未熟な通信システムも戦争が長期化する大きな要因の一つとなった。仮に現場レベルの停戦が合意されたとしても、本国からの命令一つで覆されてしまう。本国において和平交渉の決断がなされた場合も同様で、命令が伝達される頃には情勢が一変しており、何ら実効性を持たなくなることも多々あったからだ。そして、長すぎる航海は集団のアイデンティティを変質させる。情報統制が行き届いた独裁国家である場合、遥か遠い宇宙に送られた将兵と、安全な後方で過ごしている一般市民の認識に大きなズレが生じてしまうことも度々あった。その影響はあまりにも深刻で、時には本国のコントロールから外れて独立してしまう艦隊が続出したほどである。そのような集団の中には、独自のネットワークを形成して近隣空域を荒らし回る者達も存在した。

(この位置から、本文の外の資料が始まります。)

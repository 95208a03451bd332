// `pronk basin [FILE] [--heights lo:hi:n] [--speeds lo:hi:n | --energy] [--strides N] [--tolerance M]
// [--workers N] [--shard I/N --out FILE] [--json]`: the basin of attraction on flat ground.

import { anyScenarioArgument } from './scenario-argument.js';
import type { BasinOptions, BasinResult, BasinRunOptions, GridAxis } from '../core/analysis/basin.js';
import { InputError, describeFound } from '../core/errors.js';
import { jsonText, modelHeader } from '../core/json-output.js';
import { startProgress } from './progress.js';
import { MAX_STRIDES, type Scenario } from '../core/scenario.js';
import { count, fields, fixed, plain, table, wrap, type Column } from './format.js';
import type { CliIO, Command, ParsedCommandLine } from './command.js';
import { SHARD_OPTIONS, makePartial, outOption, shardOption, shardRange, writePartial, writeText } from './shard-output.js';
import { decimalDigits, decimalNumber } from '../core/decimal.js';
import { expectedDecimal, parseIntegerOption } from './options.js';
import { parseWorkers, workerThreads, workersOption } from './workers.js';
import { PLOT_OPTION, plotOption } from '../core/figures/plot-file.js';
import { checkOutputs, outputRequest, scenarioInput, writePlotFile } from './output-files.js';
import { describeAngle, describeStiffness } from './describe.js';

const DEMO_SOURCE = 'scenarios/demo.json';
const SOURCE = 'pronk basin';

export const basinCommand: Command = {
  name: 'basin',
  summary: 'basin of attraction on flat ground over a grid of start apex heights and speeds',
  usage:
    'basin [FILE] [--heights LO:HI:N] [--speeds LO:HI:N | --energy] [--headings LO:HI:N] [--rates LO:HI:N] [--strides N] [--tolerance M] [--workers N] [--shard I/N --out FILE] [--plot FILE.svg] [--json]',
  details: [
    'Each cell of the grid starts at one apex (height, forward speed) and runs N strides on flat ground',
    "(the scenario's terrain is not used). A cell is converged when it completes them all and its",
    'last two apexes agree within the tolerance (it settled on a stable fixed point), wandering when',
    'it survives without settling, and fell otherwise (with the stride and the reason). Cells are',
    'ordered by height, then speed (speed varies fastest). With --energy the basin is 1-D: heights',
    "only, each at the speed that gives the scenario's start energy. Default grid: heights from the",
    'touchdown height to 2 y0 minus it and speeds from 0.5 v0 to 1.5 v0, 41 x 41; with --energy,',
    'heights from the touchdown height to E/(m g), 101 points. Results do not depend on --workers.',
    'A "lateral" scenario: the grid is over errors of the heading to the body axis (--headings, deg) and',
    "of the angular velocity (--rates, deg/s) from its gait's at the left touchdown, at the gait's energy;",
    'converged when the last left touchdown is back on the gait within --tolerance (deg and deg/s, default 0.1).',
  ].join('\n'),
  arguments: [{ name: 'FILE', description: `scenario file (JSON); without it, the built-in demo (${DEMO_SOURCE})` }],
  options: {
    json: { type: 'boolean', description: 'print the result as JSON on stdout (and nothing else there)' },
    heights: { type: 'string', valueName: 'LO:HI:N', description: 'start apex heights: N values from LO to HI m (inclusive)' },
    speeds: { type: 'string', valueName: 'LO:HI:N', description: 'start forward speeds: N values from LO to HI m/s (inclusive)' },
    energy: { type: 'boolean', description: "1-D basin at the scenario's start energy: heights only, speed from energy" },
    headings: { type: 'string', valueName: 'LO:HI:N', description: 'lateral: heading-to-body errors, N values from LO to HI deg (default -30:30:21)' },
    rates: { type: 'string', valueName: 'LO:HI:N', description: 'lateral: angular-velocity errors, N values from LO to HI deg/s (default a quarter of speed / leg length, 21)' },
    strides: { type: 'string', valueName: 'N', description: 'strides per cell (default 30)' },
    tolerance: {
      type: 'string',
      valueName: 'M',
      description: 'converged when the last two apexes differ by at most M m in height and M m/s in speed (default 1e-4)',
    },
    workers: workersOption(),
    ...SHARD_OPTIONS,
    plot: PLOT_OPTION,
  },
  maxPositionals: 1,
  run: runBasin,
};

async function runBasin({ values, positionals }: ParsedCommandLine, io: CliIO): Promise<number> {
  const json = values.json === true;
  const options: BasinOptions = {
    ...(values.heights !== undefined ? { heights: parseAxisOption(values.heights, '--heights', 'm') } : {}),
    ...(values.speeds !== undefined ? { speeds: parseAxisOption(values.speeds, '--speeds', 'm/s', 0) } : {}),
    ...(values.energy === true ? { energy: true } : {}),
  };
  if (options.energy && options.speeds) {
    throw new InputError(
      [{ path: '--speeds', expected: 'no --speeds with --energy (the speed follows from the energy)', found: describeFound(values.speeds) }],
      { source: SOURCE },
    );
  }
  const strides = parseIntegerOption(values.strides, '--strides', 1, MAX_STRIDES, SOURCE);
  if (strides !== undefined) options.strides = strides;
  const tolerance = parseToleranceOption(values.tolerance);
  if (tolerance !== undefined) {
    options.heightTolerance_m = tolerance;
    options.speedTolerance_m_per_s = tolerance;
  }
  const workers = parseWorkers(values, SOURCE);
  const shard = shardOption(values);
  const out = outOption(values);
  const plot = await plotOption(values.plot, { shard: shard !== undefined });
  const file = positionals[0];
  const [outFile, plotFile] = await checkOutputs([outputRequest('--out', out), outputRequest('--plot', plot)], [scenarioInput(file)], { source: SOURCE });

  const any = await anyScenarioArgument(file, io, 'basin');
  if (any.kind === 'lateral') {
    // --workers is accepted and changes nothing (the lateral basin runs in this thread)
    const refused = ['heights', 'speeds', 'energy'].filter((k) => values[k] !== undefined);
    if (refused.length) {
      throw new InputError(
        [{ path: `--${refused[0]}`, expected: 'none with a "lateral" scenario (its basin takes --headings, --rates, --strides, --tolerance, --workers, --shard, --out, --plot, --json)', found: describeFound(values[refused[0]]) }],
        { source: SOURCE },
      );
    }
    const { runLateralBasin } = await import('./lateral.js');
    return runLateralBasin(any.scenario, io, {
      json,
      shard,
      outFile,
      plotFile,
      ...(values.headings !== undefined ? { headings: parseAxisOption(values.headings, '--headings', 'deg') } : {}),
      ...(values.rates !== undefined ? { rates: parseAxisOption(values.rates, '--rates', 'deg/s') } : {}),
      ...(strides !== undefined ? { strides } : {}),
      ...(tolerance !== undefined ? { tolerance } : {}),
    });
  }
  if (values.headings !== undefined || values.rates !== undefined) {
    throw new InputError(
      [{ path: values.headings !== undefined ? '--headings' : '--rates', expected: 'a "lateral" scenario (the option grids its heading and angular velocity)', found: `a "${any.kind}" scenario` }],
      { source: SOURCE },
    );
  }
  const scenario = any.scenario;

  // loaded on demand so that --help and input errors never wait for the WASM engine
  const core = await import('../core/analysis/basin.js');
  let run: BasinRunOptions;
  try {
    run = core.basinRunOptions(scenario, options);
  } catch (error) {
    throw error instanceof InputError ? renameOptionIssues(error) : error;
  }
  const total = core.basinCellCount(run);
  let range = { start: 0, end: total };
  try {
    if (shard) range = shardRange(total, shard);
  } catch (error) {
    throw error instanceof InputError ? new InputError(error.issues, { source: SOURCE }) : error;
  }
  const threads = workerThreads(io, 'basin', workers, { items: range.end - range.start, unit: 'cells' });
  const progress = startProgress(io, 'basin', { unit: 'rollouts' });
  const onProgress = (done: number, cells: number) => progress.update(done, cells);
  const rows = await core.basinRows(scenario, run, range, { workers: threads, onProgress }).finally(progress.done);

  if (shard) {
    const options = run as unknown as Record<string, unknown>;
    const partial = await makePartial({ command: 'basin', scenario, options, spec: shard, range, total, rows });
    await writePartial(io, outFile, partial);
    return 0;
  }
  const result = await core.finishBasin(scenario, run as unknown as Record<string, unknown>, rows);
  await writeText(io, outFile, json ? basinJson(result, scenario) : renderBasin(scenario, result), 'basin');
  if (plotFile !== undefined) await writePlotFile(io, 'basin', plotFile, result);
  return 0;
}

/** The --json text of a basin result (also what `pronk merge --json` prints). */
export function basinJson(result: BasinResult, scenario: Scenario): string {
  return jsonText('basin', result, modelHeader(scenario));
}

// The core names its options by their API names; on the command line they are the flags.
function renameOptionIssues(error: InputError): InputError {
  const flag: Record<string, string> = {
    heights: '--heights',
    speeds: '--speeds',
    strides: '--strides',
    height_tolerance_m: '--tolerance',
    speed_tolerance_m_per_s: '--tolerance',
    'heights × speeds': '--heights × --speeds',
  };
  return new InputError(
    error.issues.map((issue) => ({ ...issue, path: flag[issue.path] ?? issue.path })),
    { source: SOURCE },
  );
}

// ---------------------------------------------------------------------------------------------
// Option values.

多くの国家指導者が事の真実を公表せず、更なる派兵に踏み切ったことも長引く星間戦争に拍車をかける要因となった。この大戦は同4495年、惑星イドゥニア(
ラマーシャ公国首都ジェルビア)における休戦協定を挟んで、同4500年、大国主導による
ジェルビア平和条約の発効まで続いた。通信が行き渡らぬ、遠方空域での停戦も含めると更に長い時を要する。当該国家の指揮下にある全ての艦隊が停戦したのが4525年。先のイドゥニアにおける講話を不服とし、大規模な軍事行動に及んだギールラングを壊滅に至らしめたのが4801年と、星間レベルにおける完全な終戦を迎えるまで更に長い時を費やした。この間も国際社会は主要各国から独立した非属惑星への対処に追われており、特に爆発的に増加した宇宙海賊などの存在は多くの国家にとって無視できない脅威となった。そうした混沌の時代に終止符を打つべく発足したのが
国際共立監視軍であり、同5000年(H.S.0年)に成立する
平和維持軍の前身として活動を続けたのである。共立公暦を迎えて以降の世界情勢は、
三大原則を基軸とする新たな国際秩序の強化に取り組み、不完全ではあるものの、今日の1000年に至る共立体制(パルディ・ルスタリエ)を実現した。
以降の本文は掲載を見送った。